Antibodies against CD47, an antiphagocytic cell surface molecule produced by some cancer cells, could be an effective treatment for paediatric brain tumours, according to new research. Anti-CD47 antibodies enabled phagocytes to selectively engulf tumour cells without damaging the surrounding healthy cells.

Credit: Philip Patenall/Macmillan Publishers Limited

Paediatric malignant brain tumours have the highest mortality of all childhood cancer, and treatment options are limited, especially in high-grade gliomas such as glioblastoma and diffuse intrinsic pontine glioma (DIPG), which exhibit rapid progression and carry a poor prognosis. Limited treatments are available for paediatric embryonal tumours such as medulloblastoma, atypical tetratoid rhabdoid tumour (ATRT) and primitive neuroectodermal tumour (PNET), but the therapies themselves cause permanent physical and intellectual disability.

A research team led by Siddhartha Mitra, Sharareh Gholamin and Samuel Cheshier set out to develop an effective antitumour drug for paediatric patients that would have limited adverse effects against healthy brain cells, so as to minimize the toxic effects of treatment in these patients. The team investigated the effect of blocking CD47, a protein that enables some cancer cells to evade the innate immune system by binding to signal regulatory protein α (SIRPα), an inhibitory receptor present on the surface of myeloid cells. “The binding of CD47 to SIRPα imparts a 'don't eat me' signal to macrophages,” explains Mitra. “Blocking the CD47–SIRPα signalling axis suppresses the 'don't eat me' signal and enables efficient phagocytosis in all cancers tested to date. Normal healthy cells do not express the requisite 'eat me' signals; thus, blockade of CD47–SIRPα interaction does not induce phagocytosis of normal cells.”

The researchers made a mouse xenograft model of paediatric brain cancer by transplanting medulloblastoma cells into the cerebellum of immunodeficient mice that lacked B cells, T cells and natural killer cells, but had phagocytic macrophages and microglia. Treatment of these mice with a humanized anti-CD47 antibody (Hu5F9-G4) resulted in reduced tumour volume, clearance of leptomeningeal metastatic disease and increased survival compared with mice that received a control treatment. Immunohistochemical analysis of the xenograft mouse brains showed recruitment of macrophages in Hu5F9-G4-treated mice, but not in control-treated mice. Furthermore, Hu5F9-G4 reduced tumour volume and increased survival in mice with grafts of ATRT, PNET, DIPG and paediatric glioblastoma tumour cells.
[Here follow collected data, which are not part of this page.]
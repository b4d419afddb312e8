import { memo, useState } from 'react';
import { knotText } from '@/components/text/pierce-designer.ts';
import { Button } from '@/components/ui/button.tsx';
import { NumberField } from '@/components/ui/number-field.tsx';
import { Cell, Row, Stack } from '@/components/ui/stack.tsx';
import { Small } from '@/components/ui/text.tsx';
import type { Stage } from '@/strategy/pierce/stage.ts';
import type { UnitSystem } from '@/strategy/units/index.ts';
import type { KnotEditing } from './knot-editing.ts';
import {
  clamped,
  knotOf,
  stepped,
  targetDimension,
  targetRange,
  targetSteps,
  targetValue,
  type Target,
} from './knots.ts';

type KnotEditorProps = {
  editing: KnotEditing;
  target: Target;
  stages: readonly Stage[];
  system: UnitSystem;
};

/** The chosen number without dragging: one step less or more, or typed with its unit. */
export const KnotEditor = memo(function KnotEditor({ editing, target, stages, system }: KnotEditorProps) {
  const value = targetValue(stages, target);
  // a text that is no number of this range, with the number it was typed over
  const [unread, setUnread] = useState<{ value: number | null; over: number } | null>(null);
  if (value === null) return null;
  const knot = knotOf(stages, target);
  const range = targetRange(stages, target, editing.profile);
  const dimension = targetDimension(target);
  const { fine } = targetSteps(target, system);
  const label = knotText.field(target, knot);
  const own = unread?.over === value ? unread : null;
  const step = (direction: 1 | -1) => {
    setUnread(null);
    const next = clamped(stepped(value, direction, fine), range);
    if (next !== value) editing.onCommit(target, next);
    editing.onSettle();
  };
  const first = knot?.ends[0];
  const standoff = first ? (stages[first.stage]?.[first.end].standoff ?? 0) : 0;
  const error =
    own === null
      ? undefined
      : own.value === null || Number.isNaN(own.value)
        ? knotText.noNumber
        : target.kind === 'duration'
          ? knotText.outsideDuration(range)
          : knotText.outside(range, dimension, system);
  return (
    <Stack gap="xs">
      <Row align="flex-end" wrap={false} gap="s">
        <Cell>
          <NumberField
            label={label}
            dimension={dimension}
            value={own ? own.value : value}
            error={error}
            onBlur={editing.onSettle}
            onChange={(typed) => {
              if (typed !== null && typed >= range.min && typed <= range.max) {
                setUnread(null);
                if (typed !== value) editing.onCommit(target, typed);
              } else setUnread({ value: typed, over: value });
            }}
          />
        </Cell>
        <Button label="−" spoken={knotText.lessSpoken(label)} disabled={value <= range.min} onPress={() => step(-1)} />
        <Button label="+" spoken={knotText.moreSpoken(label)} disabled={value >= range.max} onPress={() => step(1)} />
      </Row>
      {knot?.lane === 'focusPosition' && (
        <Small strong>{knotText.dial(editing.profile.focusScale, knot.set, standoff)}</Small>
      )}
      {knot?.lane === 'meanPower' && <Small>{knotText.mean(knot.set, knot.duty, system)}</Small>}
    </Stack>
  );
});
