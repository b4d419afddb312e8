export type RunningServer = {
  readonly address: string;
  readonly ended: Promise<number | null>;
  output(): string;
  stop(): Promise<void>;
};
export function runToEnd(file: string, env: Record<string, string>): Promise<string>;
export function startServer(env: Record<string, string>, options?: { show?: boolean }): Promise<RunningServer>;
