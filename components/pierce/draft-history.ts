import { contentSame, draftOf, draftReduce, type Draft, type DraftAction } from './draft.ts';
import type { StrategyContent } from '@/shared/strategies.ts';

/** A draft with what it was before and, after an undo, what it was then. */
export type DraftHistory = {
  readonly past: readonly Draft[];
  readonly draft: Draft;
  readonly future: readonly Draft[];
  /** The field being edited: what is typed into one field, or nudged at one knot, is one step until it is left. */
  readonly open: string | null;
};

export type HistoryAction = DraftAction | { do: 'undo' } | { do: 'redo' } | { do: 'settle' };

/** Steps that can be taken back. */
const MOST_STEPS = 200;

export const historyOf = (draft: Draft): DraftHistory => ({ past: [], draft, future: [], open: null });

export const historyOfContent = (content: StrategyContent): DraftHistory => historyOf(draftOf(content));

export function historyReduce(history: DraftHistory, action: HistoryAction): DraftHistory {
  const { past, draft, future, open } = history;
  switch (action.do) {
    case 'undo': {
      const before = past.at(-1);
      return before ? { past: past.slice(0, -1), draft: before, future: [draft, ...future], open: null } : history;
    }
    case 'redo': {
      const [after, ...later] = future;
      return after ? { past: [...past, draft], draft: after, future: later, open: null } : history;
    }
    case 'settle':
      return open === null ? history : { ...history, open: null };
    case 'load':
      return historyOfContent(action.content);
    default: {
      const next = draftReduce(draft, action);
      if (next === draft || sameDraft(next, draft)) return history;
      const field = 'field' in action ? (action.field ?? null) : null;
      const goesOn = field !== null && field === open;
      return {
        past: goesOn ? past : [...past, draft].slice(-MOST_STEPS),
        draft: next,
        future: [],
        open: field,
      };
    }
  }
}

const sameDraft = (a: Draft, b: Draft): boolean =>
  contentSame(a.content, b.content) &&
  a.stageKeys.join() === b.stageKeys.join() &&
  JSON.stringify(a.typed) === JSON.stringify(b.typed);
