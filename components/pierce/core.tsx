import Svg, { G, Line, Path, Rect } from 'react-native-svg';
import { roles } from '@/components/theme/roles.ts';
import { coreWords } from '@/components/text/pierce.ts';
import { hatchData } from './hatch.tsx';

export type CoreProps = {
  /** Depth reached at each stage's end on a cold plate, as a share of the thickness. */
  bands: readonly number[];
  /** Routine time ÷ breakthrough; null when the pierce never gets through. */
  reserve: number | null;
  /** Width, px; the height is one and a half times that. */
  size: number;
  /** Beside words that already say the same the drawing is silent. */
  silent?: boolean;
};

/** Tail of a pierce whose reserve is 2: as long as the section is deep would be 3. */
const tailFor = (reserve: number, most: number) => Math.max(0, Math.min(1, (reserve - 1) / 1.5)) * most;

/**
 * The mark of a strategy: a small section of the plate, the stages of its pierce as bands down the bore, and the reserve as hatching that
 * runs out below. A pierce that never gets through stays closed and has no tail.
 */
export function Core({ bands, reserve, size, silent = false }: CoreProps) {
  const deep = size; // the section is square
  const most = size * 0.46;
  const bore = { x: size * 0.34, width: size * 0.32 };
  const shares = bandShares(bands);
  const through = reserve !== null && reserve > 0;
  const tail = through ? tailFor(reserve, most) : 0;
  const spacing = Math.max(3.5, size / 9);
  const label = coreWords(shares.length, reserve);
  return (
    <Svg
      width={size}
      height={deep + most}
      viewBox={`0 0 ${size} ${deep + most}`}
      {...(silent ? { 'aria-hidden': true } : { role: 'img', 'aria-label': label })}
    >
      <Rect x={0} y={0} width={size} height={deep} fill={roles.steelFill} />
      <Path
        d={
          hatchData(0, 0, bore.x, deep, spacing) +
          hatchData(bore.x + bore.width, 0, size - bore.x - bore.width, deep, spacing)
        }
        stroke={roles.steelLine}
        strokeWidth={1}
      />
      <G>
        <Rect x={bore.x} y={0} width={bore.width} height={deep} fill={roles.sheet} />
        {shares.map((band, index) => (
          <Rect
            key={band.to}
            testID="core-band"
            x={bore.x}
            y={band.from * deep}
            width={bore.width}
            height={(band.to - band.from) * deep}
            fill={roles.ember}
            fillOpacity={0.2 + (0.7 * (index + 1)) / shares.length}
          />
        ))}
        {shares.slice(0, -1).map((band) => (
          <Line
            key={band.to}
            x1={bore.x}
            x2={bore.x + bore.width}
            y1={band.to * deep}
            y2={band.to * deep}
            stroke={roles.sheet}
            strokeWidth={1.5}
          />
        ))}
      </G>
      <Path
        d={`M${bore.x} 0V${deep}M${bore.x + bore.width} 0V${deep}`}
        stroke={roles.ink}
        strokeWidth={Math.max(1, size / 44)}
      />
      <Path
        d={`M0.75 0.75H${bore.x}M${bore.x + bore.width} 0.75H${size - 0.75}M0.75 ${deep - 0.75}H${through ? bore.x : size - 0.75}M${
          bore.x + bore.width
        } ${deep - 0.75}H${size - 0.75}`}
        stroke={roles.ink}
        strokeWidth={Math.max(1.5, size / 32)}
      />
      {tail > 0 && (
        <Path
          testID="core-reserve"
          d={hatchData(bore.x, deep + 2, bore.width, tail, Math.max(3.5, size / 11))}
          stroke={roles.ember}
          strokeWidth={Math.max(1.25, size / 40)}
        />
      )}
    </Svg>
  );
}

/** Where each stage's band begins and ends, 0 the top to 1 the bottom; stages that add no depth have none. */
export function bandShares(bands: readonly number[]): { from: number; to: number }[] {
  const shares: { from: number; to: number }[] = [];
  let from = 0;
  for (const band of bands) {
    const to = Math.min(1, Math.max(from, Number.isFinite(band) ? band : from));
    // a band thinner than a hair would only be a smear
    if (to - from > 0.005) shares.push({ from, to });
    from = to;
  }
  return shares;
}
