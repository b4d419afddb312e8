import { runTool } from './tool.mjs';
import { say, seconds } from './say.mjs';

const offline = { CI: '1', EXPO_OFFLINE: '1', EXPO_NO_TELEMETRY: '1' };

/** Types, lint, format, in this order; names those that failed. */
export async function runChecks() {
  // Writes the types of the routes, which the compiler needs.
  await runTool('expo', ['customize', 'tsconfig.json'], offline);
  const failed = [];
  for (const [name, program, args] of [
    ['types', 'tsc', ['--noEmit']],
    ['types of strategy/ behind its fence', 'tsc', ['--noEmit', '-p', 'strategy']],
    ['lint', 'eslint', ['--max-warnings', '0', '.']],
    ['format', 'prettier', ['--check', '--log-level', 'warn', '.']],
  ]) {
    const since = Date.now();
    const code = await runTool(program, args);
    say(`${code === 0 ? 'ok    ' : 'FAILED'} ${name} (${seconds(since)})`);
    if (code !== 0) failed.push(name);
  }
  return { passed: 4 - failed.length, failed };
}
Blocking the CD47–SIRPα signalling axis suppresses the 'don't eat me' signal

Importantly, the team showed that Hu5F9-G4 treatment did not result in phagocytosis of normal brain cells: in a mixed culture of medulloblastoma cells, normal human neuronal progenitor cells (NPCs) and macrophages, Hu5F9-G4 treatment resulted in a sevenfold higher phagocytosis rate of tumour cells than of NPCs.

To determine how other immune cells might affect the safety and efficacy of the treatment, the investigators examined the effect of blocking CD47 signalling in an immunocompetent system. In wild-type mice implanted with a mouse high-grade glioma cell line, treatment with a mouse anti-CD47 antibody was associated with reduced tumour size and increased survival. Immunostaining of the brains of these mice showed that anti-CD47 antibody treatment was associated with an increase in the number of macrophages around the tumour site, but no evidence of neuronal damage or gliosis was detected.

These findings indicate that anti-CD47 antibodies could provide a much-needed safe treatment for malignant paediatric brain tumours. The team are now looking ahead to human studies and plan to test the safety of anti-CD47 antibodies in phase I clinical trials.